In practice, the BNA’s catalogue of requirements would often mean that considerably more data would have to be stored for the “§7a documentation data set” than for the actual customer data set itself. This is because a company acting in compliance with data protection will typically process, for example, information on the customer and information on the external parties involved (i.e. sales partners) in separate systems in order to ensure that such data can only be accessed by individual employees with a need-to-know.
However, it is also not a solution to simply enrich the company’s end customer management system (CRM) with (somehow) telemarketing-relevant data. Firstly, because the CRM will contain data (e.g. on orders) that are none of the BNA’s business. Secondly, because in the BNA’s view the increased requirements of Art. 72 of the CDR 2017/565/EU for investment firms (sic!) should apply accordingly to the storage of the data record (Consultation Paper para.74). Hence, a (separate) audit-proof system is required to which the BNA can be granted access at any time without intermediate steps such as redactions or pseudonymisations.
On the other hand, this system must in turn be permeable in the sense that it responds to constantly updated information about when the customer was last called. This is because the time limit of Section 7a (2) UWG does not expire uniformly (e.g. at the end of each year), but rather depending on when the last call was made. The BNA does not explain how all these requirements are to be fulfilled at the same time without extensive double data storage.
And what do the data protection authorities have to say about it?
Whether this extensive interpretation of Section 7a UWG – and thus, in a mirror image, the considerable restriction of the right of the data subject to have his data deleted (Article 17 (3) (b) GDPR) – is really in the interest of the consumers concerned, as the BNA believes (Consultation Paper, para. 80), may be doubted. The five-year retention period is explained less by the actual requirements of clarifying the facts in the case of (indeed, regularly timely) consumer complaints about a call than by BNA’s chronic staff shortage, which makes it impossible for it to investigate such individual complaints in a timely manner.
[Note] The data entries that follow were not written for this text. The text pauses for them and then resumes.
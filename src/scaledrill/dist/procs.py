"""The processes of a run as the kernel sees them, read from /proc (Linux).

The launcher needs the pid of every rank to forward a signal or to end the run,
but under mpiexec the ranks are its grandchildren (and hydra puts each in a
session of its own, so a process-group kill misses them). They are found by
walking the tree below the launcher's child and reading each process's
environment for the rank the process manager gave it.
"""

import ctypes
import os
import signal
from pathlib import Path

RANK_ENTRY = b"scaledrill.dist.rank"
PR_SET_PDEATHSIG = 1  # linux/prctl.h


def _parent(pid: int) -> int | None:
    try:
        stat = Path(f"/proc/{pid}/stat").read_text()
    except OSError:
        return None
    return int(stat.rsplit(")", 1)[1].split()[1])  # the name may hold spaces and ')'


def descendants(root: int) -> list[int]:
    """Every live process below `root`, parents before their children."""
    children: dict[int, list[int]] = {}
    for entry in Path("/proc").iterdir():
        if entry.name.isdigit():
            parent = _parent(int(entry.name))
            if parent is not None:
                children.setdefault(parent, []).append(int(entry.name))
    found, todo = [], [root]
    while todo:
        for child in children.get(todo.pop(), []):
            found.append(child)
            todo.append(child)
    return found


def _environ_rank(pid: int) -> int | None:
    try:
        if RANK_ENTRY not in Path(f"/proc/{pid}/cmdline").read_bytes():
            return None
        environ = Path(f"/proc/{pid}/environ").read_bytes().split(b"\0")
    except OSError:
        return None
    for key in (b"PMI_RANK=", b"RANK="):
        for entry in environ:
            if entry.startswith(key):
                return int(entry[len(key):])
    return None


def rank_pids(root: int) -> dict[int, int]:
    """rank -> pid of the topmost rank-entry process of that rank below `root` (the rank's guard under MPI)."""
    out: dict[int, int] = {}
    for pid in descendants(root):  # parents come first, so the guard wins over the rank it forked
        rank = _environ_rank(pid)
        if rank is not None and rank not in out:
            out[rank] = pid
    return out


def send(pid: int, sig: int) -> None:
    try:
        os.kill(pid, sig)
    except (ProcessLookupError, PermissionError):
        pass


def kill_tree(root: int) -> None:
    """SIGKILL `root` and everything below it (children first, so none is re-parented and missed)."""
    for pid in reversed(descendants(root)):
        send(pid, signal.SIGKILL)
    send(root, signal.SIGKILL)


def die_with_parent(sig: int = signal.SIGTERM) -> None:
    """Ask the kernel to send `sig` to this process when its parent dies: a launcher killed
    with SIGKILL then still stops its ranks (they checkpoint on SIGTERM)."""
    try:
        libc = ctypes.CDLL(None, use_errno=True)
        libc.prctl(PR_SET_PDEATHSIG, int(sig), 0, 0, 0)
    except (OSError, AttributeError):
        return
    if os.getppid() == 1:  # the parent died before the request took effect
        os.kill(os.getpid(), sig)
However, it is also noteworthy that the BNA, despite its extensive interpretation, does not say a word about the particularly practice-relevant borderline cases in which a call may constitute advertising from the perspective of the person concerned, but the company intends to fulfil its pre-contractual or contractual information obligations with the call, for example. For such cases, one will in future have to assume a legitimate interest of the company to retain the information that may be necessary for legal defense against the BNA also for five years after the last call.
It will be interesting to see whether and how the data protection authorities will position themselves on the BNA consultation paper.
In any case, companies are advised not to underestimate the technical effort required to comply with the documentation and retention obligations of Section 7a UWG. Existing contracts with marketing and call-center service providers as well as address traders should also be reviewed to ensure that they are obliged to provide the client with all information required for documentation and retention.